The above results confirm that the emission angle, wavelength and distribution of the reflected beam observed in the simulation are in line with theoretical expectations. In the next section, we focus on AM and examine the time history of the average OAM per photon of the electromagnetic field.

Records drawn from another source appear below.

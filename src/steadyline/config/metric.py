"""One ``[[metric]]`` table -> MetricSpec: its keys read and checked.

The same rules serve a metric of project.toml and one given as a dict for data that come from
elsewhere (:func:`metric_from_dict`, a DataFrame in a notebook). Which keys each data type
needs is checked in :mod:`.shape`, the days set aside in :mod:`.set_aside`.
"""

from __future__ import annotations

import difflib
from dataclasses import replace
from pathlib import Path
from typing import Any

from .. import files, formats
from ..errors import ProjectError, rel
from .keys import (
    BETTER,
    BIN_RULES,
    CHARTS,
    COLUMN_KEYS,
    CSV_KEYS,
    DATA_TYPES,
    LIMIT_MODES,
    METRIC_KEYS,
    PERIODS,
    QUARTILE_METHODS,
    ROLLUP_KEYS,
    RUN_RULES,
    SIGNAL_RULES,
    SLUG_RE,
    STATISTICS,
    STUDY,
)
from .model import CsvOptions, MetricSpec, Period, PortfolioSettings, Rollup
from .reading import Checker, Reader, is_text_encoding, type_name
from .set_aside import read_set_aside
from .shape import check_metric_shape, period_clash
from .toml_file import file_fault


def read_metric(
    ck: Checker,
    m: dict,
    i: int,
    folder: Path | None,
    root: Path | None,
    settings: PortfolioSettings,
    comp_baseline: Period | None,
    comp_after: Period | None,
) -> MetricSpec | None:
    """The i-th metric's table read and checked, or None when it has an error (recorded in
    *ck*). *folder* None: the data come from elsewhere (a DataFrame, see metric_from_dict), no
    file is named or read. The keys are read in the order the messages list their problems."""
    prefix = f"metric[{i + 1}]."
    before = len(ck.problems)
    ck.unknown_keys(m, METRIC_KEYS, prefix, table="metric", index=i)
    r = Reader(ck, m, prefix, table="metric", index=i)
    mid = r.text("id", required=True, what="a short id like 'lead-time'")
    if mid is not None and not SLUG_RE.match(mid):
        ck.add(
            f"{prefix}id",
            f"{mid!r} is not a valid id; use lower-case letters, digits and hyphens",
            r._line("id"),
        )
    name = r.text("name", required=True, what="the metric's name")
    dtype = r.choice("type", DATA_TYPES, required=True)
    better = r.choice("better", BETTER, required=dtype != STUDY)
    file_, path = _data_file(ck, r, folder)
    sheet = r.text("sheet")
    if file_ is not None and folder is not None:
        _check_format(ck, file_, sheet, m.get("csv"), prefix, r)
    cols = {k: r.text(k) for k in COLUMN_KEYS}
    study_id = _study_id(ck, r)
    subgroup_size = r.integer("subgroup_size", minimum=1)
    rollup = _rollup(ck, r, i)
    csv = _csv_options(ck, r, i)
    own_baseline, own_after = r.period("baseline"), r.period("after")
    bins = _bins(r, m, settings)
    spec = MetricSpec(
        id=mid or f"metric-{i + 1}",
        name=name or "",
        file=path or (folder / (file_ or "") if folder is not None else ck.path),
        file_rel=rel(folder / (file_ or ""), root) if folder is not None else ck.shown,
        type=dtype or "continuous",
        better=better or ("" if dtype == STUDY else "lower"),
        subgroup_size=subgroup_size,
        **_plain_keys(r, settings),
        bins=bins,
        sigma_level=settings.sigma_level,
        baseline=own_baseline or comp_baseline,
        after=own_after or comp_after,
        rollup=rollup,
        csv=csv,
        line=ck.loc.line_of(None, "metric", i),
        sheet=sheet,
        measurement_study=study_id,
        **cols,
    )
    spec = _check_whole(ck, spec, r, i, dtype is not None, (own_baseline, own_after))
    if len([p for p in ck.problems[before:] if p.severity == "error"]):
        return None
    return spec


def _data_file(ck: Checker, r: Reader, folder: Path | None) -> tuple[str | None, Path | None]:
    """The ``file`` as written, and its resolved path when it is a data file inside the
    project folder (None, with the reason recorded, when it is not)."""
    prefix = r.prefix
    file_ = r.text(
        "file",
        required=folder is not None,
        what="the data file (CSV, .xlsx or .parquet), relative to the project folder",
    )
    if file_ is None or folder is None:
        return file_, None
    p = folder / file_
    if Path(file_).is_absolute() or not files.inside(p, folder):
        ck.add(
            f"{prefix}file",
            f"{file_!r} points outside the project folder; metric files must live inside it",
            r._line("file"),
        )
    elif not files.exists(p):
        near = difflib.get_close_matches(
            file_,
            sorted(
                x.name
                for x in folder.iterdir()
                if x.suffix.lower() in (".csv", ".xlsx", ".parquet")
            ),
            1,
        )
        hint = f"; did you mean '{near[0]}'?" if near else ""
        ck.add(f"{prefix}file", f"the file {file_!r} does not exist{hint}", r._line("file"))
    elif (why := file_fault(p, file_)) is not None:
        ck.add(f"{prefix}file", why, r._line("file"))
    else:
        return file_, p.resolve()
    return file_, None


def _study_id(ck: Checker, r: Reader) -> str | None:
    """The id of the measurement study that checks this metric's gauge, when it is an id."""
    study_id = r.text("measurement_study")
    if study_id is not None and not SLUG_RE.match(study_id):
        ck.add(
            f"{r.prefix}measurement_study",
            f"{study_id!r} is not a metric id; name the id of "
            "the measurement study metric of this project",
            r._line("measurement_study"),
        )
        return None
    return study_id


def _rollup(ck: Checker, r: Reader, i: int) -> Rollup | None:
    """The metric's [metric.rollup], when it names both a period and a statistic."""
    rt = r.table_("rollup")
    if rt is None:
        return None
    prefix = r.prefix
    ck.unknown_keys(rt, ROLLUP_KEYS, prefix + "rollup.", table="metric", index=i, sub="rollup")
    rr = Reader(ck, rt, prefix + "rollup.", table="metric", index=i, sub="rollup")
    per = rr.choice("period", PERIODS, required=True)
    stat = rr.choice("statistic", STATISTICS, required=True)
    return Rollup(per, stat) if per and stat else None


def _csv_options(ck: Checker, r: Reader, i: int) -> CsvOptions:
    """The metric's [metric.csv]; a wrong value is reported and its default used."""
    ct = r.table_("csv")
    if ct is None:
        return CsvOptions()
    prefix = r.prefix
    ck.unknown_keys(ct, CSV_KEYS, prefix + "csv.", table="metric", index=i, sub="csv")
    cr = Reader(ck, ct, prefix + "csv.", table="metric", index=i, sub="csv")
    delim = cr.text("delimiter", default=",")
    if delim is not None and len(delim) != 1:
        ck.add(
            f"{prefix}csv.delimiter",
            f"expected one character, got {delim!r}",
            cr._line("delimiter"),
        )
        delim = ","
    dec = cr.choice("decimal", (".", ","), default=".")
    enc = cr.text("encoding", default="utf-8")
    if enc is not None and not is_text_encoding(enc):
        ck.add(
            f"{prefix}csv.encoding",
            f"unknown text encoding {enc!r}; try utf-8, utf-16 or latin-1",
            cr._line("encoding"),
        )
        enc = "utf-8"
    tz = cr.text("timezone")
    if tz is not None:
        try:
            import zoneinfo

            zoneinfo.ZoneInfo(tz)
        except (zoneinfo.ZoneInfoNotFoundError, ValueError):
            ck.add(
                f"{prefix}csv.timezone",
                f"unknown time zone {tz!r}; use a name like 'Europe/Berlin' or 'UTC'",
                cr._line("timezone"),
            )
            tz = None
    if delim == dec:
        ck.add(
            f"{prefix}csv",
            "the delimiter and the decimal mark are the same character; "
            'files with decimal commas use delimiter = ";"',
            cr._line("decimal"),
        )
    return CsvOptions(delim or ",", dec or ".", enc or "utf-8", cr.text("date_format"), tz)


def _bins(r: Reader, m: dict, settings: PortfolioSettings) -> str | tuple[float, ...]:
    """The histogram's bins: a rule's name, or edges (at least two, increasing)."""
    if "bins" not in m:
        return settings.bins
    v = m["bins"]
    if not isinstance(v, list):
        return r.choice("bins", BIN_RULES, settings.bins)
    if (
        len(v) < 2
        or not all(isinstance(x, int | float) and not isinstance(x, bool) for x in v)
        or any(b <= a for a, b in zip(v, v[1:], strict=False))
    ):
        r._bad("bins", "a list of at least two increasing numbers", v)
        return settings.bins
    return tuple(float(x) for x in v)


# The code ``limits`` had before "phase" was kept for the project's stage in the improvement
# cycle (steadyline-results/2 and earlier): still read, with a warning that names the new one.
_OLDER_LIMIT_CODES = {"per-phase": "per-period"}


def _limits(r: Reader) -> str:
    """``limits``; an older code is read as the code that replaced it, with a warning."""
    v = r.data.get("limits")
    if isinstance(v, str) and v in _OLDER_LIMIT_CODES:
        new = _OLDER_LIMIT_CODES[v]
        r.ck.add(
            f"{r.prefix}limits",
            f"{v!r} is the older name of {new!r}; read as {new!r} (write {new!r} to keep this quiet)",
            r._line("limits"),
            severity="warning",
        )
        return new
    return r.choice("limits", LIMIT_MODES, "baseline")


def _plain_keys(r: Reader, settings: PortfolioSettings) -> dict[str, Any]:
    """The keys read on their own, with their defaults (the portfolio's where it has one)."""
    return {
        "unit": r.text("unit", default="") or "",
        "spec_lower": r.number("spec_lower"),
        "spec_upper": r.number("spec_upper"),
        "target": r.number("target"),
        "headline": r.boolean("headline"),
        "chart": r.choice("chart", CHARTS, "auto"),
        "signal_rules": r.choice("signal_rules", SIGNAL_RULES, settings.signal_rules),
        "run_rules": r.choice("run_rules", RUN_RULES, settings.run_rules),
        "limits": _limits(r),
        "quartiles": r.choice("quartiles", QUARTILE_METHODS, settings.quartiles),
        "normal_curve": r.boolean("normal_curve"),
        "opportunities_per_unit": r.number("opportunities_per_unit"),
        "expected_change": r.number("expected_change"),
    }


def _check_whole(
    ck: Checker,
    spec: MetricSpec,
    r: Reader,
    i: int,
    typed: bool,
    own: tuple[Period | None, Period | None],
) -> MetricSpec:
    """What only the whole metric can tell: its days set aside, the keys its type needs (when
    its type is *typed*, one of the types), and whether the periods it sets itself (*own*:
    baseline, after) can be compared."""
    m, prefix = r.data, r.prefix
    own_baseline, own_after = own
    if "set_aside" in m:
        spec = replace(spec, set_aside=read_set_aside(ck, m["set_aside"], i, spec))
    if typed:
        check_metric_shape(ck, spec, prefix, r)
    # Periods the metric sets itself are checked here, at the metric's own key; a clash of the
    # [comparison] periods alone is reported once, at [comparison].
    owned = [k for k, v in (("baseline", own_baseline), ("after", own_after)) if v is not None]
    if owned and spec.baseline and spec.after:
        clash = period_clash(spec.baseline, spec.after)
        if clash:
            key = clash[0] if clash[0] in owned else owned[0]
            ck.add(f"{prefix}{key}", clash[1], r._line(key))
    return spec


# [metric.csv] keys that say how text is stored, which a workbook or Parquet file does not have.
_TEXT_ONLY_KEYS = ("delimiter", "encoding")


def _check_format(
    ck: Checker, file_: str, sheet: str | None, csv_table, prefix: str, r: Reader
) -> None:
    """What the data file's kind (by its name's ending) allows: `sheet` only for a workbook;
    a spreadsheet of a kind that is not read is named with what to do; the [metric.csv] keys
    of text files do nothing for a workbook or Parquet file (a warning)."""
    kind = formats.data_format(file_)
    other = formats.unread_sheet_kind(file_)
    if other is not None:
        ck.add(
            f"{prefix}file",
            f"{file_!r} is {other}, which is not read; save it as an Excel "
            "Workbook (.xlsx) or export the data as CSV",
            r._line("file"),
        )
    if sheet is not None and kind != formats.WORKBOOK:
        ck.add(
            f"{prefix}sheet",
            f"'sheet' names a sheet of a workbook (.xlsx), but {file_!r} "
            "is not one; remove the key",
            r._line("sheet"),
        )
    if kind != formats.CSV and isinstance(csv_table, dict):
        what = "a workbook" if kind == formats.WORKBOOK else "a Parquet file"
        for key in _TEXT_ONLY_KEYS:
            if key in csv_table:
                ck.add(
                    f"{prefix}csv.{key}",
                    f"has no effect on {what}: its cells are read as stored; remove the key",
                    ck.loc.line_of(key, "metric", r.index, "csv"),
                    severity="warning",
                )


def metric_from_dict(
    data: dict, settings: PortfolioSettings | None = None, source: str = "<DataFrame>"
) -> MetricSpec:
    """One metric's keys, as a ``[[metric]]`` table of project.toml holds them (dates as
    ``datetime.date`` or ISO text), checked by the very rules a project's metrics are, for data
    that come from elsewhere (a DataFrame): ``file`` is not needed (and not read when given).
    *source* names the data in
    messages. Returns the metric; raises ProjectError with every error (warnings are dropped:
    :func:`steadyline.notebook.analyse_frame` reports the data's own)."""
    settings = settings or PortfolioSettings()
    ck = Checker(Path(source), None, "")
    if not isinstance(data, dict):
        ck.add("metric", f"expected a dict of the metric's keys, got {type_name(data)}")
        raise ProjectError(ck.problems)
    comp = {}
    # a metric copied from project.toml keeps its `file`: not read, the DataFrame is the data
    data = {k: v for k, v in data.items() if k != "file"}
    for key in ("baseline", "after"):  # a period may be given as a tuple too
        if isinstance(data.get(key), tuple):
            comp[key] = list(data[key])
    spec = read_metric(ck, data | comp, 0, None, None, settings, None, None)
    if spec is None or any(p.severity == "error" for p in ck.problems):
        raise ProjectError(ck.problems)
    return spec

The average AM carried by a photon was calculated based on field data from PIC simulations using (j={varepsilon }_{0}{int }_{V}rtimes (Etimes B)mathrm{dV}/mathrm{N})where ({varepsilon}_{0}) is the dielectric permittivity of vacuum; *r* is the position vector; *E* and *B* are respectively the electric and magnetic fields; V refers to the entire simulation region for integration; and (mathrm{N}) is the number of photons in the entire laser beam. To accurately calculate the AM, we selected the electromagnetic fields for three periods in the middle part of the laser beam as shown in Fig. 2a. To intuitively display the simulation results, the angles investigated in this study were all angles along the + *X*axis. FIG. 4 shows the temporal evolution of the OAM carried by a photon; ({j}_{x}) and ({j}_{y}) refer to the two components of OAM in the*X*and*there*directions, respectively. To (t=12 T), the selected part of the vortex beam was incident on the left boundary of the simulation box. Before the vortex beam interacts with the flying mirror, ({j}_{x}=0.857) and({j}_{y}=0.491) were constant (t=12 T) at (t=19.5 T). Therefore, the OAM direction of the incident beam was 0.520 rad, which was collinear with the LM ( ({theta }_{in}=pi /6) rad) of the incident beam. To (t=24 T)the selected laser was completely reflected (the same three periods as the incident beam); ({j}_{x}=0.983) and ({j}_{y}=0.147) has remained constant (t=24 T) at (t=30 T). Therefore, the direction of the OAM of the reflected beam was 0.148 rad, thus indicating a non-collinearity with the LM of the reflected beam (according to the aforementioned result of(2.968) radi). The angle between the LM and the OAM is({Theta }_{0.5c}=0.320 mathrm{rad}.) Essentially, in addition to the longitudinal MA in the propagation direction, the transverse MA in the perpendicular propagation direction was generated by the interaction between the vortex laser and the flying mirror. This non-collinear phenomenon results from the profile change of the laser electromagnetic field caused by the double Doppler shift.